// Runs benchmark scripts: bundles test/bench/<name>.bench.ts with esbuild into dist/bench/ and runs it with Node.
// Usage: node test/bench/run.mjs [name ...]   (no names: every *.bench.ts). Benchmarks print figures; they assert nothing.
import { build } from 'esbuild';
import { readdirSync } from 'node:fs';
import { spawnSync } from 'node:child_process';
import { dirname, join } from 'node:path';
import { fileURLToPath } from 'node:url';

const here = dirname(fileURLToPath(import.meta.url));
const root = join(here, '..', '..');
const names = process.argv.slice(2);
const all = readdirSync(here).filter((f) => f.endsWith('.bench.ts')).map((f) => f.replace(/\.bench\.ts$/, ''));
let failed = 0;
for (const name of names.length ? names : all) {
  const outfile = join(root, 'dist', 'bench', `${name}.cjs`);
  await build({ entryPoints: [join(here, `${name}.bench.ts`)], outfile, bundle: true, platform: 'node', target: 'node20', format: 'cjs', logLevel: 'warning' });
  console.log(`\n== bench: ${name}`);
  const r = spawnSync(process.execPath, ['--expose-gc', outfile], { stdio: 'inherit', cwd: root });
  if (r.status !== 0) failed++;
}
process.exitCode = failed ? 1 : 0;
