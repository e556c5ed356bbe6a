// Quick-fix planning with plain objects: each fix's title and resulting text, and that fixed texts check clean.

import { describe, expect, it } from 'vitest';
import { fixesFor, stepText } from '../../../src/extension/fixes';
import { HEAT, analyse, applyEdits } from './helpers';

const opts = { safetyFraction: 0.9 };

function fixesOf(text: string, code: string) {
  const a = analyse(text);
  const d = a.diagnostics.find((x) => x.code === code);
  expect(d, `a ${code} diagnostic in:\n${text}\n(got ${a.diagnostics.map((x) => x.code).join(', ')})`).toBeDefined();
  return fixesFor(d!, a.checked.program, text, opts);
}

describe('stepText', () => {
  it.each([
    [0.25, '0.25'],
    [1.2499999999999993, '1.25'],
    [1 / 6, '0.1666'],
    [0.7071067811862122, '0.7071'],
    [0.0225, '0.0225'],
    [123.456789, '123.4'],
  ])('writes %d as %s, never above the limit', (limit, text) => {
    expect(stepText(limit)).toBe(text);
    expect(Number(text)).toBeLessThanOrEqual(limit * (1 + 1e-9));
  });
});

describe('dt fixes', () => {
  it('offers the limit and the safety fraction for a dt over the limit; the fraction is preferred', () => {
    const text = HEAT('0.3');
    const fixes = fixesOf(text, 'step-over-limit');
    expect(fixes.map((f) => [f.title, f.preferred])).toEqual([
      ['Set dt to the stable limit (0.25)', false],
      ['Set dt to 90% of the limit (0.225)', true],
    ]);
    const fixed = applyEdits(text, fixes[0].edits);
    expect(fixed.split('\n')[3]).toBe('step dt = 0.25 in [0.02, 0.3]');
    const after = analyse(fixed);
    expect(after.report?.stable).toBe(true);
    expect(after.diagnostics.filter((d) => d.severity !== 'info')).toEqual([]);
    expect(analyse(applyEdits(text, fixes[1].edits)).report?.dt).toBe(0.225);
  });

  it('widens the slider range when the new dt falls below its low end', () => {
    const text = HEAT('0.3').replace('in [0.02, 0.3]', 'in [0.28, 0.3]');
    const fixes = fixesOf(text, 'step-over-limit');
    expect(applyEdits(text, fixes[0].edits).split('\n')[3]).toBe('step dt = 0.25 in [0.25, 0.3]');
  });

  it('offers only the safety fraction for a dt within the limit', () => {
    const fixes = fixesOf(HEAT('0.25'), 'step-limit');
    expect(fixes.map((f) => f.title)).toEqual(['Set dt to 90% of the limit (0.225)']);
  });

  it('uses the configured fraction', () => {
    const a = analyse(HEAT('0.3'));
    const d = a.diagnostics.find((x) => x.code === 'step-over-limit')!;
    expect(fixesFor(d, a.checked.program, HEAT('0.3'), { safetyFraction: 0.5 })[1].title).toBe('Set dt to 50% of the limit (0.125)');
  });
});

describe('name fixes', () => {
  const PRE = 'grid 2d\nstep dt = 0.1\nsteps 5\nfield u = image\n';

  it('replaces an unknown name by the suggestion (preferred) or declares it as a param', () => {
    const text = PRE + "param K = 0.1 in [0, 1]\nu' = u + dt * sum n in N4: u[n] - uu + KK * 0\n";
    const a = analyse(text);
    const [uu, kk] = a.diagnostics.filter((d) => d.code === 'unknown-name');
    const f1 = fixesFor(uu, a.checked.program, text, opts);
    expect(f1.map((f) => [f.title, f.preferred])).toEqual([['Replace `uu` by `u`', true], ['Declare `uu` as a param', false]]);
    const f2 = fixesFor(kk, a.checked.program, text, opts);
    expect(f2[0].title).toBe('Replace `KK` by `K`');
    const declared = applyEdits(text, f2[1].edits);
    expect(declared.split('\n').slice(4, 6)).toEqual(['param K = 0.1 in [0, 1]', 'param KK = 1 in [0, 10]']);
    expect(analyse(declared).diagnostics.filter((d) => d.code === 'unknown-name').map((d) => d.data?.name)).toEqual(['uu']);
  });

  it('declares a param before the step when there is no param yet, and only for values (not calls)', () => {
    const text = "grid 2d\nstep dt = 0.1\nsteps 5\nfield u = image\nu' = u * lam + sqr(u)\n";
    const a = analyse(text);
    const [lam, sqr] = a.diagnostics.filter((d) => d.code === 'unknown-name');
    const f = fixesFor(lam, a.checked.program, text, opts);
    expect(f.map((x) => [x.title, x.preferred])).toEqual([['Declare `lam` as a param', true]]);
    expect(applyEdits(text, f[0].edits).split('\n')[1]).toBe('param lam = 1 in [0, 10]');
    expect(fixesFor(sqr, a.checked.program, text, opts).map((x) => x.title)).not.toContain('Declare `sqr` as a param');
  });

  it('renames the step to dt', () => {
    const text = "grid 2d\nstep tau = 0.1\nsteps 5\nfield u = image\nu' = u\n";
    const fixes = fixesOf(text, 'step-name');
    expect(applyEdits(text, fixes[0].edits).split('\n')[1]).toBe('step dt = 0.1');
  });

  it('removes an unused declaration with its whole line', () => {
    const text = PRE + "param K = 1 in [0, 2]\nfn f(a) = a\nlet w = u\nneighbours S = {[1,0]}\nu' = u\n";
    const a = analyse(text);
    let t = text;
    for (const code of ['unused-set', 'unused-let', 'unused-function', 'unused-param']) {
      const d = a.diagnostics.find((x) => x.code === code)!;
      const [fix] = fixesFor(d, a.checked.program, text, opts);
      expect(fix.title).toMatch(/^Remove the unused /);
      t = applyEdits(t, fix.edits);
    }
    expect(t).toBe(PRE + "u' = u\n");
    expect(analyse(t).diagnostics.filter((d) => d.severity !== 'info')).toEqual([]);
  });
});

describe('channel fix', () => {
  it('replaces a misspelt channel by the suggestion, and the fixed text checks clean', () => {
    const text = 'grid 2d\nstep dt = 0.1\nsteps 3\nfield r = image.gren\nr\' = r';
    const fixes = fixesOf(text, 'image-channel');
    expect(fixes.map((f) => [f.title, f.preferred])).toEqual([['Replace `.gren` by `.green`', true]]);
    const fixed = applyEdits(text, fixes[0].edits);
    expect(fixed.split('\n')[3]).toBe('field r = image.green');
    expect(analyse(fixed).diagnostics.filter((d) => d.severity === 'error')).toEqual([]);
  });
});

ABOUT THIS TASK>
Check every line of the data above for the string "spawnSync", and copy those that have it.

EXERCISE SOLUTION>
import { spawnSync } from 'node:child_process';
  const r = spawnSync(process.execPath, ['--expose-gc', outfile], { stdio: 'inherit', cwd: root });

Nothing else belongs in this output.